Newsfighters is pretty good as a podcast but is less successful in its video version on YouTube. The picture quality of the news clips is pretty poor and at more than 10 minutes, it’s way too long for YouTube.
Countdown to Glory
We reviewed Sammy J’s Countdown to Glory last week, which follows Government Coach as he works with the Liberals in the lead-up to their campaign launch. Monday’s episode on the campaign launch itself turned out to be a bit of a damp squib. Yes, there was footage of Government Coach at the actual Liberal party campaign launch…but he was mainly just hanging around. In fact, it made us sort of wistful for the days when The Chaser would gatecrash that kind of event and pull some wacky stunt – at least that was dangerous and had a sort of point to it.
One of this week’s episodes of Countdown to Glory has looked at an Auskick-style programme for young leaders, where children are taught to kiss babies and spout banal clichés such as “The Prime Minister has my full support” to reporters. Another was a parody of the Brownlow Medal ceremony. Both were decent enough pieces of satire but like we said last week, the problem with this series is that it’s purporting to be really topical but doesn’t manage to be topical very often.
The final episode airs tonight.
Speaking of The Chaser, as we recently were, Chris Taylor and Craig Reucassel have their own show called Democracy Sausage, a half-hour podcast available on the ABC Listen app, that’s now been turned into a cheap and cheerful video production for ABC Comedy and iView. As videos of 27-minute-long chats about politics in ABC radio studios go, it’s fine, but like Newsfighters, it’s probably better in audio only.
Questions Without Notice
Bryan Dawe has released some election special podcasts featuring his Sir Murray Rivers character, who’s recently been heard in a weekly ABC Radio segment.

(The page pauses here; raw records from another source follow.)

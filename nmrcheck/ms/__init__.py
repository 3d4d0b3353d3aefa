"""Mass spectrometry of the extract's LC-MS run: per-well features from a fraction timetable, MS/MS, known compounds.

Sits beside :mod:`nmrcheck.chem` (whose formulas, ion species and isotope patterns it uses);
:mod:`nmrcheck.plate` and :mod:`nmrcheck.validate` import it, and it imports nothing
downstream. File formats (mzML, timetables) are read in :mod:`nmrcheck.io`.
"""

from nmrcheck.ms.features import FeatureIon, FeatureOptions, LcmsFeature, Ms2Spectrum, WellMs, plate_features, well_features
from nmrcheck.ms.msms import FragmentCheck, SpectralGroup, SpectralLink, check_fragments, modified_cosine, spectral_groups

__all__ = [
    "FeatureIon",
    "FeatureOptions",
    "FragmentCheck",
    "LcmsFeature",
    "Ms2Spectrum",
    "SpectralGroup",
    "SpectralLink",
    "WellMs",
    "check_fragments",
    "modified_cosine",
    "plate_features",
    "spectral_groups",
    "well_features",
]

But in a slight twist, the Questions Without Notice podcast sees Sir Murray interviewed by Bryan, rather than rambling drunkenly into a microphone set up by a waiter at the Melbourne Club. Well, Sir Murray’s still at the Melbourne Club, and still drunk, except Bryan Dawe’s interjecting every so often with questions.
In the most recent of these podcasts, it’s revealed that Sir Murray, like other Liberal party figures despised by the public such as Tony Abbott and Peter Dutton, “wasn’t able to attend” the recent Liberal party launch. It was his dog’s birthday, apparently.

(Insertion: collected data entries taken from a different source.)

@dataclass(frozen=True)
class FragmentCheck:
    """How a candidate formula fares against the MS/MS spectrum of its feature."""

    formula: str
    """The candidate's neutral formula."""
    species: str
    precursor_formula: str
    """Composition of the precursor ion."""
    status: str
    """'supported' (every clear fragment has a sub-formula), 'contradicted' or 'no fragments'."""
    explained_share: float
    """Fraction of the clear fragments' intensity that sub-formulas explain."""
    assignments: tuple[FragmentAssignment, ...]
    reasons: tuple[str, ...]
    """For a contradiction: each unexplained fragment by m/z and why."""

    def as_dict(self) -> dict[str, Any]:
        return {"formula": self.formula, "species": self.species, "precursor_formula": self.precursor_formula, "status": self.status,
                "explained_share": round(self.explained_share, 4), "assignments": [a.as_dict() for a in self.assignments],
                "reasons": list(self.reasons)}


def _clear_fragments(mz, inten, precursor_mz: float, min_relative: float) -> list[tuple[float, float]]:
    """Fragments at or above ``min_relative`` % of the base peak, lighter than the precursor by more than 0.5 u."""
    return [(float(m), float(i)) for m, i in zip(mz, inten) if i >= min_relative and m < precursor_mz - 0.5]


def assign_fragments(
    mz: Sequence[float],
    intensity: Sequence[float],
    precursor: Formula,
    *,
    charge: int = 1,
    precursor_mz: float | None = None,
    tolerance_ppm: float = FRAGMENT_TOLERANCE_PPM,
    tolerance_mda: float = FRAGMENT_TOLERANCE_MDA,
    min_relative: float = 10.0,
    max_formulas: int = 3,
) -> tuple[FragmentAssignment, ...]:
    """Sub-formulas of the precursor ion ``precursor`` for each clear fragment.

    Parameters
    ----------
    mz, intensity
        The product-ion spectrum (intensities relative to its base peak = 100).
    precursor
        Composition of the precursor ion (neutral-atom basis, e.g. C10H15O for [C10H14O+H]+).
    charge
        Signed charge of the fragments (that of the precursor for a singly charged one).
    precursor_mz
        The precursor's m/z (default: from ``precursor``); fragments within 0.5 u of it or
        heavier are not fragments.
    tolerance_ppm, tolerance_mda
        Mass tolerance of a fragment, the larger of the two.
    min_relative
        Clear fragments are at least this % of the base peak.
    max_formulas
        Formulas kept per fragment.
    """
    if charge == 0:
        raise ParameterError("charge: a fragment ion is charged")
    me = electron_mass()
    if precursor_mz is None:
        precursor_mz = (precursor.monoisotopic_mass - charge * me) / abs(charge)
    clear = _clear_fragments(mz, intensity, precursor_mz, min_relative)
    if not clear:
        return ()
    top = max(m for m, _ in clear) * abs(charge) + charge * me
    symbols, counts, masses = _compositions(dict(precursor.counts), top + 0.05)
    rd = _rdbe(symbols, counts)
    ok = rd >= -0.5
    counts, masses = counts[ok], masses[ok]
    out = []
    for m, i in clear:
        target = m * abs(charge) + charge * me
        tol = _tolerance(m, tolerance_ppm, tolerance_mda) * abs(charge)
        hit = np.nonzero(np.abs(masses - target) <= tol)[0]
        hit = hit[np.argsort(np.abs(masses[hit] - target))][:max_formulas]
        formulas, errors, losses = [], [], []
        for h in hit:
            f = _formula(symbols, counts[h])
            formulas.append(f.hill)
            errors.append((masses[h] - target) / target * 1e6)
            loss = precursor - f
            losses.append(loss.hill if loss else "")
        out.append(FragmentAssignment(m, i, tuple(formulas), tuple(errors), tuple(losses)))
    return tuple(out)


_GENERIC = ("C", "H", "N", "O", "S", "P", "Cl", "Br", "Na", "K")


def _why_not(m: float, charge: int, precursor: Formula, tolerance: float) -> str:
    """Why no sub-formula of ``precursor`` explains m/z ``m``: the elements a fitting composition needs."""
    me = electron_mass()
    target = m * abs(charge) + charge * me
    limits = {"C": int(target // 12) + 1, "H": int(target // 1) + 1, "N": 6, "O": min(20, int(target // 16) + 1), "S": 2, "P": 1, "Cl": 2, "Br": 2, "Na": 1, "K": 1}
    symbols, counts, masses = _compositions(limits, target + tolerance)
    near = np.abs(masses - target) <= tolerance
    rd = _rdbe(symbols, counts)
    col = {s: k for k, s in enumerate(symbols)}
    h_ok = counts[:, col["H"]] <= 2 * counts[:, col["C"]] + counts[:, col["N"]] + 3
    hit = np.nonzero(near & (rd >= -0.5) & h_ok)[0]
    if hit.size == 0:
        return f"no composition of C, H, N, O, S, P, Cl, Br, Na, K fits either within {tolerance * 1e3:.1f} mDa"
    # The fitting compositions closest to being a sub-formula of the precursor.
    prec = np.array([precursor.count(s) for s in symbols])
    excess = np.maximum(counts[hit] - prec[None, :], 0)
    best = hit[np.lexsort((np.abs(masses[hit] - target), excess.sum(axis=1)))][0]
    f = _formula(symbols, counts[best])
    need = [f"{n} {s}" if s not in precursor.counts else f"{n} more {s}" for s, n in zip(symbols, counts[best] - prec) if n > 0]
    err = (masses[best] - target) / target * 1e6
    return f"the closest composition, {f.hill} ({err:+.1f} ppm), needs {', '.join(need)} beyond the precursor ion {precursor.hill}"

One of the things we like about the Sir Murray character is that unlike some parodies of right-wingers, he’s not the sort of character that actual right-wingers can embrace and make their own. He’s everything right-wingers secretly know is wrong about themselves – he’s elitist, he’s sexist, he’s a drunk, he’s a fool and he has far too much money – the perfect personification of the Liberal party, basically – and a very clever creation.

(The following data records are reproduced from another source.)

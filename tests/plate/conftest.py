"""A synthetic 24-well plate (the demo plate's first 22 wells, its empty well and its truncated file), small FIDs."""

from __future__ import annotations

import pytest

from nmrcheck.demo import build_demo_plate, demo_wells

POINTS = 8192


def plate_wells():
    wells = demo_wells()
    chosen = list(wells[:22]) + [w for w in wells if w.well in ("B11", "C12")]
    return tuple(chosen)


@pytest.fixture(scope="session")
def plate_manifest(tmp_path_factory):
    """Path of the 24-well manifest; its recordings are Bruker folders next to it."""
    return build_demo_plate(tmp_path_factory.mktemp("plate24"), points=POINTS, wells=plate_wells())


@pytest.fixture(scope="session")
def screened_plate(plate_manifest, tmp_path_factory):
    """The 24-well plate screened once with two local workers: (manifest, out_dir, summary)."""
    from nmrcheck.plate import read_manifest, run_plate

    out = tmp_path_factory.mktemp("plate24-out")
    manifest = read_manifest(plate_manifest)
    summary = run_plate(manifest, out, workers=2)
    return manifest, out, summary
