"""The plate-level retention step on synthetic stored results: fit over consistent wells, warn the misfit."""

from __future__ import annotations

import numpy as np
import pytest
from rdkit import Chem

from nmrcheck.plate.results import WellResult
from nmrcheck.plate.retention_pass import apply_retention
from nmrcheck.validate.retention import crippen_logp

# Structures written from memory; their logP is RDKit's Crippen value, the time a synthetic gradient's.
SMILES = ["CCO", "c1ccccc1O", "c1ccccc1", "Cc1ccccc1", "c1ccc2ccccc2c1", "CCCCCCCC", "Clc1ccccc1", "OC(=O)c1ccccc1",
          "CC(=O)Oc1ccccc1C(=O)O", "COc1cc(CC=C)ccc1O"]


def _well(name, smiles, rt, verdict="consistent"):
    return WellResult(
        well=name, status="done", verdict=verdict, spec={"rt_min": rt},
        candidates=({"key": "c1", "kind": "structure", "smiles": smiles, "name": "x"}, {"key": "c2", "kind": "formula", "formula": "C6H6"}),
        checks=({"key": "c1", "verdict": verdict, "rank": 1, "reasons": [], "checks": []},
                {"key": "c2", "verdict": verdict, "rank": 2, "reasons": [], "checks": []}),
    )


@pytest.fixture()
def plate():
    rng = np.random.default_rng(3)
    wells = {}
    for k, s in enumerate(SMILES):
        rt = 2.0 + 1.8 * crippen_logp(Chem.MolFromSmiles(s)) + rng.normal(0, 0.05)
        wells[f"A{k + 1}"] = _well(f"A{k + 1}", s, rt)
    # B1: its candidate is called consistent by the other checks, but elutes 4 min too early.
    wells["B1"] = _well("B1", "CCCCCCCC", 2.0 + 1.8 * 3.3668 - 4.0)
    return wells


def test_fit_over_the_plate_and_warn_the_misfit(plate):
    model, changed = apply_retention(plate)
    assert model.slope_min == pytest.approx(1.8, abs=0.1)
    assert set(changed) == set(plate)
    b1 = changed["B1"].checks[0]
    retention = next(c for c in b1["checks"] if c["name"] == "retention")
    assert retention["status"] == "warn" and "earlier" in retention["explanation"]
    assert any(r.startswith("retention: ") for r in b1["reasons"])
    assert b1["verdict"] == "consistent"  # a warning only
    assert all(next(c for c in changed[w].checks[0]["checks"] if c["name"] == "retention")["status"] == "pass" for w in changed if w != "B1")
    # formulas have no logP: no retention entry
    assert not [c for c in changed["A1"].checks[1]["checks"] if c["name"] == "retention"]
    assert any(n.startswith("retention: t = ") for n in changed["A1"].notes)


def test_running_again_changes_nothing(plate):
    _, first = apply_retention(plate)
    merged = {**plate, **first}
    _, second = apply_retention(merged)
    assert second == {}


def test_too_few_consistent_wells_say_why(plate):
    few = {w: r for w, r in list(plate.items())[:3]}
    model, changed = apply_retention(few)
    assert model is None
    assert all(any("retention: no model (retention fit: 3 points" in n for n in r.notes) for r in changed.values())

In a move that sort of surprised us, The Weekly hasn’t been churning out wall-to-wall election coverage every week during the campaign. They did, however, have a follow-up to last week’s Labor leaders robot sketch in this week’s episode: a sketch showing how a bunch of marketing people dreamt up the ScoMo persona.
It was a shit sketch, obviously, although not quite as shit as this week’s Hard Chat, when even Tom Gleeson couldn’t bring himself to ask Stephen Curry about why Mr Black is so bad.
So, if there was an election to decide the best comedy made during this election campaign, we’d chose quite a lot of things over The Weekly. Including this footage of 100 or so Richie Benaud impersonators urging the late Bob Hawke to skull a beer.